If the legislature fails to approve the compact, all Indian reserved water rights claims must be filed with the Department of Natural Resources and Conservation by July 1, 2015. 

Lobel showed a Montana map with 85 hydrological basins identified. The water court is charged with completing initial decrees in every basin by 2020.

In the event of no compact, the water rights claims will be adjudicated (settled in court) in the four years between 2015 and 2020. 

The DNRC will send out notices of adjudications to folks who have water rights. People who oppose those water rights may file an objection to those water rights or tribal water rights. 

Again, Lobel said the burden of proof that a water right is inaccurately claimed is on an objector. 

He also passed out copies of an interpretation of the Winters Act. 

The 1908 doctrine, a ruling by the U.S. Supreme Court, contended that when the United States set aside land for the reservations, it also reserved a quantity of water necessary to fulfill the reservation’s purpose. 

“Reserved water rights are established by reference to the purpose of the reservation,” Lobel said, “rather than to the actual present use of the water.”

“My belief is that predicting the outcome of reserved water rights litigation is like trying to time the stock market, commodity trades or proposing marriage.  You don’t know — past performance is not guarantee of future results,” he said. “It’s not easy. Rocket science is easy compared to some of this stuff.” 

There are benefits to negotiating; one of those is the possibility of receiving a significant amount of money from the federal government to improve the FIIP.

During the question and answer period, an audience member asked Lobel if each generation on a family-owned property has to refile on water rights. The answer was not if the original claim had been filed before April 30, 1982. 

Lobel was also asked if the state would defend an individual’s water rights against the tribes’. 

“I don’t know,” Lobel said, “if the state would provide money for state-based water rights.”

Another person asked if something comes before the water court, does that cost somebody money? 

Lobel answered that it costs the taxpayers. The litigants don’t have to file a fee nor do they need an attorney, but it takes time and money to defend yourself.
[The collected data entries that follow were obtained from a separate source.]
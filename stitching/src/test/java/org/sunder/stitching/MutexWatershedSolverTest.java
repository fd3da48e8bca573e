package org.sunder.stitching;

import org.sunder.blockwise.partition.PartitionConfig;

/** {@link ReducedGraphSolverContract} for {@link MutexWatershedSolver}. */
class MutexWatershedSolverTest extends ReducedGraphSolverContract {
  @Override
  ReducedGraphSolver solver() {
    return new MutexWatershedSolver();
  }

  @Override
  PartitionConfig exactOneBlockConfig() {
    return PartitionConfig.mutexWatershed(null, null);
  }
}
A question was also asked who has to quantify their water needs. 

Everybody in Montana, Lobel said.

Although Lobel said he had never dealt with a Walton right during his time on the bench, he said it was his understanding that if a water user purchases land from a tribal member, it comes out of trust first. Then if there is water being used on that piece of property, there is sometimes a Walton right attached to it. 

An audience member asked if adjudications typically address the water management. 

Other compacts Lobel has worked with have a clause that the tribe will distribute the state-based water rights.

The proposed CSKT water compact has a unitary management board, comprising two CSKT appointees, two state appointees and one federal appointee.

“My hope is that the decision makers and the public will use the next 12 months to review the compact, to hold educational public meetings and to consider whether modifications might be helpful,” Lobel said. “Get together and talk about it, not angrily. There’s still time, just because the compact didn’t make it through the last legislature.”